Once you reach the line that holds "expect(after).toBe(before);" in the listing below, output it and every line after it through the line that holds "await sendSignInLink('educator.too@example.test');", word for word.
=-=-=
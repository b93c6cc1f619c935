import { count, eq } from 'drizzle-orm';
import { describe, expect, it } from 'vitest';
import {
	checkPassword,
	createSupporter,
	EmailTaken,
	grantRole,
	inviteStaff,
	LastAdmin,
	revokeRole,
	sendPasswordReset,
	sendSignInLink,
	setAccountDisabled,
	setPasswordWithToken,
	useSignInLink
} from '$lib/server/auth/accounts';
import { lucia } from '$lib/server/auth/lucia';
import {
	assertSignInAllowed,
	LIMITS,
	recordFailedSignIn,
	TooManyAttempts
} from '$lib/server/auth/rate-limit';
import { createToken } from '$lib/server/auth/tokens';
import { auditLog, authTokens, outbox, roles, users } from '$lib/server/db/schema';
import { useTestDatabase } from '../setup/test-db';

process.env.MAIL_WORKER = 'off';
const db = useTestDatabase();

function linkToken(text: string, path: string): string {
	const match = text.match(new RegExp(`${path}/([a-z0-9]+)`));
	if (!match) throw new Error(`no ${path} link in: ${text}`);
	return match[1];
}

async function outboxTo(address: string) {
	return db().select().from(outbox).where(eq(outbox.toAddress, address));
}

describe('passwords and supporter accounts', () => {
	it('creates a supporter who signs in with the right password only', async () => {
		const id = await createSupporter({
			email: ' Coral.Reader@Example.test ',
			name: 'Coral Reader',
			password: 'a long enough passphrase'
		});
		expect(await checkPassword('coral.reader@example.test', 'a long enough passphrase')).toBe(id);
		expect(await checkPassword('coral.reader@example.test', 'wrong passphrase!!')).toBeNull();
		expect(await checkPassword('nobody@example.test', 'a long enough passphrase')).toBeNull();
		const [stored] = await db().select().from(users).where(eq(users.id, id));
		expect(stored.passwordHash).toMatch(/^\$argon2id\$/);
		expect(await db().select().from(roles).where(eq(roles.userId, id))).toEqual([
			expect.objectContaining({ role: 'supporter' })
		]);
	});

	it('refuses a second account for the same e-mail and writes nothing', async () => {
		const [{ n: before }] = await db().select({ n: count() }).from(users);
		await expect(
			createSupporter({ email: 'CORAL.reader@example.test', name: 'Again' })
		).rejects.toBeInstanceOf(EmailTaken);
		const [{ n: after }] = await db().select({ n: count() }).from(users);
		expect(after).toBe(before);
	});
});

describe('sign-in links', () => {
	it('queues a link for a known account, which works exactly once', async () => {
		const id = await createSupporter({ email: 'linky@example.test', name: 'Linky' });
		await sendSignInLink('LINKY@example.test');
		const [mail] = await outboxTo('linky@example.test');
		expect(mail.category).toBe('transactional');
		const token = linkToken(mail.text, '/signin/link');
		expect(await useSignInLink(token)).toBe(id);
		expect(await useSignInLink(token)).toBeNull();
		const [user] = await db().select().from(users).where(eq(users.id, id));
		expect(user.emailVerified).toBe(true);
	});

	it('queues nothing for an unknown address, nor for a staff account', async () => {
		await sendSignInLink('stranger@example.test');
		expect(await outboxTo('stranger@example.test')).toEqual([]);
		const id = await createSupporter({ email: 'educator.too@example.test', name: 'Both' });
		await db().insert(roles).values({ userId: id, role: 'educator' });
		await sendSignInLink('educator.too@example.test');
		expect(await outboxTo('educator.too@example.test')).toEqual([]);
	});

	it('refuses an expired link and a link of another purpose', async () => {
		const id = await createSupporter({ email: 'late@example.test', name: 'Late' });
		const expired = await createToken(db(), id, 'sign_in_link', -1000);
		expect(await useSignInLink(expired)).toBeNull();
		const reset = await createToken(db(), id, 'password_reset', 60_000);
		expect(await useSignInLink(reset)).toBeNull();
		const [row] = await db().select().from(authTokens).where(eq(authTokens.userId, id)).limit(1);
		expect(row.tokenHash).not.toBe(expired);
	});

	it('two racing uses of one link sign in once', async () => {
		const id = await createSupporter({ email: 'race@example.test', name: 'Race' });
		const token = await createToken(db(), id, 'sign_in_link', 60_000);
		const results = await Promise.all([useSignInLink(token), useSignInLink(token)]);
		expect(results.filter((r) => r === id)).toHaveLength(1);
	});
});

describe('password reset by e-mail', () => {
	it('sets a new password once, ends the old sessions, and the old password stops working', async () => {
		const id = await createSupporter({
			email: 'forgetful@example.test',
			name: 'Forgetful',
			password: 'old password 123'
		});
		const before = await lucia().createSession(id, {});
		await sendPasswordReset('Forgetful@example.test');
		const [mail] = await outboxTo('forgetful@example.test');
		expect(mail.subject).toMatch(/password/i);
		const token = linkToken(mail.text, '/reset');
		expect(await setPasswordWithToken(token, 'password_reset', 'new password 456')).toBe(id);
		expect(await setPasswordWithToken(token, 'password_reset', 'third password 789')).toBeNull();
		expect(await checkPassword('forgetful@example.test', 'old password 123')).toBeNull();
		expect(await checkPassword('forgetful@example.test', 'new password 456')).toBe(id);
		expect((await lucia().validateSession(before.id)).session).toBeNull();
	});

	it('an invite link cannot reset a password', async () => {
		const id = await createSupporter({ email: 'mixup@example.test', name: 'Mixup' });
		const invite = await createToken(db(), id, 'invite', 60_000);
		expect(await setPasswordWithToken(invite, 'password_reset', 'sneaky password 1')).toBeNull();
		await sendPasswordReset('nobody.here@example.test');
		expect(await outboxTo('nobody.here@example.test')).toEqual([]);
	});
});

describe('failed sign-ins are slowed down', () => {
	it(`blocks an account after ${LIMITS.account} failures, not other accounts`, async () => {
		for (let i = 0; i < LIMITS.account; i++) {
			await expect(
				assertSignInAllowed('target@example.test', '203.0.113.5')
			).resolves.toBeUndefined();
			await recordFailedSignIn('target@example.test', `203.0.113.${10 + i}`);
		}
		await expect(assertSignInAllowed('TARGET@example.test', '203.0.113.99')).rejects.toBeInstanceOf(
			TooManyAttempts
		);
		await expect(
			assertSignInAllowed('other@example.test', '203.0.113.99')
		).resolves.toBeUndefined();
	});

	it(`blocks an address after ${LIMITS.address} failures across accounts`, async () => {
		for (let i = 0; i < LIMITS.address; i++) {
			await recordFailedSignIn(`guess${i}@example.test`, '198.51.100.7');
		}
		await expect(assertSignInAllowed('fresh@example.test', '198.51.100.7')).rejects.toThrow(
			/Too many attempts/
		);
		await expect(
			assertSignInAllowed('fresh@example.test', '198.51.100.8')
		).resolves.toBeUndefined();
	});
});

describe('staff administration', () => {
	async function makeAdmin(email: string) {
		const id = await createSupporter({
			email,
			name: email.split('@')[0],
			password: 'admin password 1'
		});
		await db().insert(roles).values({ userId: id, role: 'admin' });
		return { id, name: email.split('@')[0] };
	}

	it('invites staff: account without password, roles, mail, audit; the invite works once', async () => {
		const admin = await makeAdmin('boss@example.test');
		const id = await inviteStaff(admin, {
			email: 'new.educator@example.test',
			name: 'New Educator',
			roles: ['educator', 'tracker']
		});
		const held = await db().select({ role: roles.role }).from(roles).where(eq(roles.userId, id));
		expect(held.map((r) => r.role).sort()).toEqual(['educator', 'tracker']);
		const [mail] = await outboxTo('new.educator@example.test');
		const token = linkToken(mail.text, '/invite');
		expect(await checkPassword('new.educator@example.test', 'chosen password 1')).toBeNull();
		expect(await setPasswordWithToken(token, 'invite', 'chosen password 1')).toBe(id);
		expect(await setPasswordWithToken(token, 'invite', 'another password 2')).toBeNull();
		expect(await checkPassword('new.educator@example.test', 'chosen password 1')).toBe(id);
		const actions = await db().select().from(auditLog).where(eq(auditLog.subject, id));
		expect(actions.map((a) => a.action)).toEqual(
			expect.arrayContaining(['staff.invited', 'invite.accepted'])
		);
	});

	it('will not remove the last administrator', async () => {
		await db().delete(roles).where(eq(roles.role, 'admin'));
		const only = await makeAdmin('only.admin@example.test');
		await expect(revokeRole(only.id, only.id, 'admin')).rejects.toBeInstanceOf(LastAdmin);
		const second = await makeAdmin('second.admin@example.test');
		await revokeRole(second.id, only.id, 'admin');
		const left = await db().select().from(roles).where(eq(roles.role, 'admin'));
		expect(left.map((r) => r.userId)).toEqual([second.id]);
	});

	it('grants a role once and records it', async () => {
		const admin = await makeAdmin('granter@example.test');
		const id = await createSupporter({ email: 'helper@example.test', name: 'Helper' });
		await grantRole(admin.id, id, 'development');
		await grantRole(admin.id, id, 'development');
		const logged = await db().select().from(auditLog).where(eq(auditLog.subject, id));
		expect(logged.filter((a) => a.action === 'role.granted')).toHaveLength(1);
	});

	it('disabling an account ends its sessions and stops its sign-in', async () => {
		const admin = await makeAdmin('disabler@example.test');
		const id = await createSupporter({
			email: 'leaver@example.test',
			name: 'Leaver',
			password: 'leaver password 1'
		});
		const session = await lucia().createSession(id, {});
		await setAccountDisabled(admin.id, id, true);
		expect((await lucia().validateSession(session.id)).session).toBeNull();
		expect(await checkPassword('leaver@example.test', 'leaver password 1')).toBeNull();
		await sendSignInLink('leaver@example.test');
		expect(await outboxTo('leaver@example.test')).toEqual([]);
		await expect(setAccountDisabled(admin.id, admin.id, true)).rejects.toThrow(/your own account/);
	});
});

describe('first administrator', () => {
	it('is created once from FIRST_ADMIN_EMAIL, with a link to set a password', async () => {
		const { ensureFirstAdmin } = await import('$lib/server/auth/bootstrap');
		await db().delete(roles).where(eq(roles.role, 'admin'));
		const link = await ensureFirstAdmin('founder@example.test');
		expect(link).toMatch(/\/invite\/[a-z0-9]+$/);
		expect(await ensureFirstAdmin('someone.else@example.test')).toBeNull();
		const id = await setPasswordWithToken(link!.split('/').at(-1)!, 'invite', 'founder password 1');
		expect(await checkPassword('founder@example.test', 'founder password 1')).toBe(id);
	});
});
=-=-=
- **Solution**:
		expect(after).toBe(before);
	});
});

describe('sign-in links', () => {
	it('queues a link for a known account, which works exactly once', async () => {
		const id = await createSupporter({ email: 'linky@example.test', name: 'Linky' });
		await sendSignInLink('LINKY@example.test');
		const [mail] = await outboxTo('linky@example.test');
		expect(mail.category).toBe('transactional');
		const token = linkToken(mail.text, '/signin/link');
		expect(await useSignInLink(token)).toBe(id);
		expect(await useSignInLink(token)).toBeNull();
		const [user] = await db().select().from(users).where(eq(users.id, id));
		expect(user.emailVerified).toBe(true);
	});

	it('queues nothing for an unknown address, nor for a staff account', async () => {
		await sendSignInLink('stranger@example.test');
		expect(await outboxTo('stranger@example.test')).toEqual([]);
		const id = await createSupporter({ email: 'educator.too@example.test', name: 'Both' });
		await db().insert(roles).values({ userId: id, role: 'educator' });
		await sendSignInLink('educator.too@example.test');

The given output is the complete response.